At 66, I am willing to accept that change happens and, therefore, literary journals will come and go. However, the sun will rise tomorrow and somewhere in this house, a pile of precious printed pages will have grown a little taller; and then there’s also the digital deluge of bookmarks, PDFs, saved webpages and the possibility of ever more downloads from the library and the WWW.

myOpinionFWIW: You can thank the “everyone’s opinion matters” ethos of 21st-century America for the homogenized pablum that passes for creative thought. You have to dig deep and be persistent to find anything worth reading, seeing or hearing. The cream used to rise to the top. Now, it just gets stirred into the pail and then watered down to quench the masses.

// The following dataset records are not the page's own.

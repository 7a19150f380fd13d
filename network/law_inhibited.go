package network

import "kinetarium/network/expr"

// inhibitionMode is the way an inhibitor acts on a Michaelis–Menten enzyme.
type inhibitionMode int

const (
	competitive    inhibitionMode = iota // binds the free enzyme only
	uncompetitive                        // binds the enzyme–substrate complex only
	noncompetitive                       // binds both, equally
	mixed                                // binds both, with Ki and αKi
)

// inhibited is Michaelis–Menten with an inhibitor I, a modifier species
// that is read, not consumed (Segel, Enzyme Kinetics, 1975, ch. 3,
// rapid-equilibrium forms; from memory):
//
//	competitive     Vmax·S/(Km·(1 + I/Ki) + S)
//	uncompetitive   Vmax·S/(Km + S·(1 + I/Ki))
//	noncompetitive  Vmax·S/((Km + S)·(1 + I/Ki))
//	mixed           Vmax·S/(Km·(1 + I/Ki) + S·(1 + I/αKi))
//
// The mixed law is competitive as αKi → ∞, uncompetitive as Ki → ∞ and
// noncompetitive when αKi = Ki.
type inhibited struct{ mode inhibitionMode }

// Names of the inhibited Michaelis–Menten laws.
const (
	CompetitiveInhibition    = "competitive_inhibition"
	UncompetitiveInhibition  = "uncompetitive_inhibition"
	NoncompetitiveInhibition = "noncompetitive_inhibition"
	MixedInhibition          = "mixed_inhibition"
)

func (l inhibited) Name() string {
	return [...]string{CompetitiveInhibition, UncompetitiveInhibition, NoncompetitiveInhibition, MixedInhibition}[l.mode]
}

func (l inhibited) Title() string {
	return "Michaelis–Menten, " + [...]string{"competitive", "uncompetitive", "noncompetitive", "mixed"}[l.mode] + " inhibitor"
}

func (l inhibited) Fields() []Field {
	fs := []Field{
		{Key: "vmax", Label: "Vmax", Kind: ParamField},
		{Key: "km", Label: "Km", Kind: ParamField, Positive: true},
		{Key: "inhibitor", Label: "Inhibitor", Kind: SpeciesField,
			Missing: l.Name() + " needs inhibitor, the species that inhibits the enzyme (it is read, not consumed)"},
		{Key: "ki", Label: "Ki", Kind: ParamField, Positive: true},
	}
	if l.mode == mixed {
		fs = append(fs, Field{Key: "alpha_ki", Label: "αKi (complex)", Kind: ParamField, Positive: true,
			Missing: "mixed_inhibition needs alpha_ki, the inhibitor's dissociation constant from the enzyme–substrate complex (αKi)"})
	}
	return fs
}

func (l inhibited) Check(c *LawCheck) []string {
	needOneSubstrate(c, l.Name())
	uses := []string{"vmax", "km", "inhibitor", "ki"}
	if l.mode == mixed {
		uses = append(uses, "alpha_ki")
	}
	return uses
}

func (l inhibited) Rate(r Rate, eq Equation) expr.Node {
	S := expr.Var(eq.Reactants[0].Species)
	km := arg(r, "km")
	I := arg(r, "inhibitor")
	f := func(k string) expr.Node { return expr.Add(one(), frac(I, arg(r, k))) } // 1 + I/K
	var den expr.Node
	switch l.mode {
	case competitive:
		den = expr.Add(expr.Mul(km, f("ki")), S)
	case uncompetitive:
		den = expr.Add(km, expr.Mul(S, f("ki")))
	case noncompetitive:
		den = expr.Mul(expr.Add(km, S), f("ki"))
	default:
		den = expr.Add(expr.Mul(km, f("ki")), expr.Mul(S, f("alpha_ki")))
	}
	return frac(expr.Mul(arg(r, "vmax"), S), den)
}

func (l inhibited) Formula(r Rate, eq *Equation) string {
	if eq == nil {
		return ""
	}
	s, km, i := substrate(eq, 0), txt(r, "km"), txt(r, "inhibitor")
	f := func(k string) string { return "(1 + " + i + "/" + txt(r, k) + ")" }
	var den string
	switch l.mode {
	case competitive:
		den = km + "·" + f("ki") + " + " + s
	case uncompetitive:
		den = km + " + " + s + "·" + f("ki")
	case noncompetitive:
		den = "(" + km + " + " + s + ")·" + f("ki")
	default:
		den = km + "·" + f("ki") + " + " + s + "·" + f("alpha_ki")
	}
	return txt(r, "vmax") + "·" + s + "/(" + den + ")"
}

func (l inhibited) fieldUnits(Equation) map[string]dims {
	return map[string]dims{"vmax": dimRate, "km": dimConc, "ki": dimConc, "alpha_ki": dimConc}
}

Zelle17: You only need to look at a few cultural clues as to where we’re headed.

What will our epistolary record of emails, tweets and Instagram posts tell future scholars and historians (the ones who will be able to read and write in complete sentences and paragraphs, that is)?

I know major magazine “editors” whose entire job is to reconstitute online reviews into product listicles for advertisers and whose job performance metric is in how many products they can sell through affiliate links. They’re not even in the advertising department. Editorial. Their spelling and grammar? Not great. Their ability to formulate a thesis and defend it? Let’s not even go there. Needless to say, these are not the editors of yore. Get off my lawn …

And I will be the first to admit that, as someone who used to love to read and write, I’m lucky nowadays if I can make it to end of an article, much less a book. I’m the reason Barnes & Noble is trading at $1.50.

This is our collective cultural brain on rampant late-stage capitalism.

Jamie VA: Literary criticism didn’t die because of clickbait. It died because of its fascination with itself rather than relevance to broader discussions and its fixation on being morally and intellectually superior to things like reading lists.

Mediumisntthemessage: There are more literary journals now than ever before. They are mostly run by writing programs at colleges and universities, and to get published in them you usually have to run in that world, but others break through sometimes. But a mag just devoted to critics? That must have been a must-read.

Nipitato: If there is a better description for our current curdled culture than an “atomized editorless landscape,” I’ve yet to see it.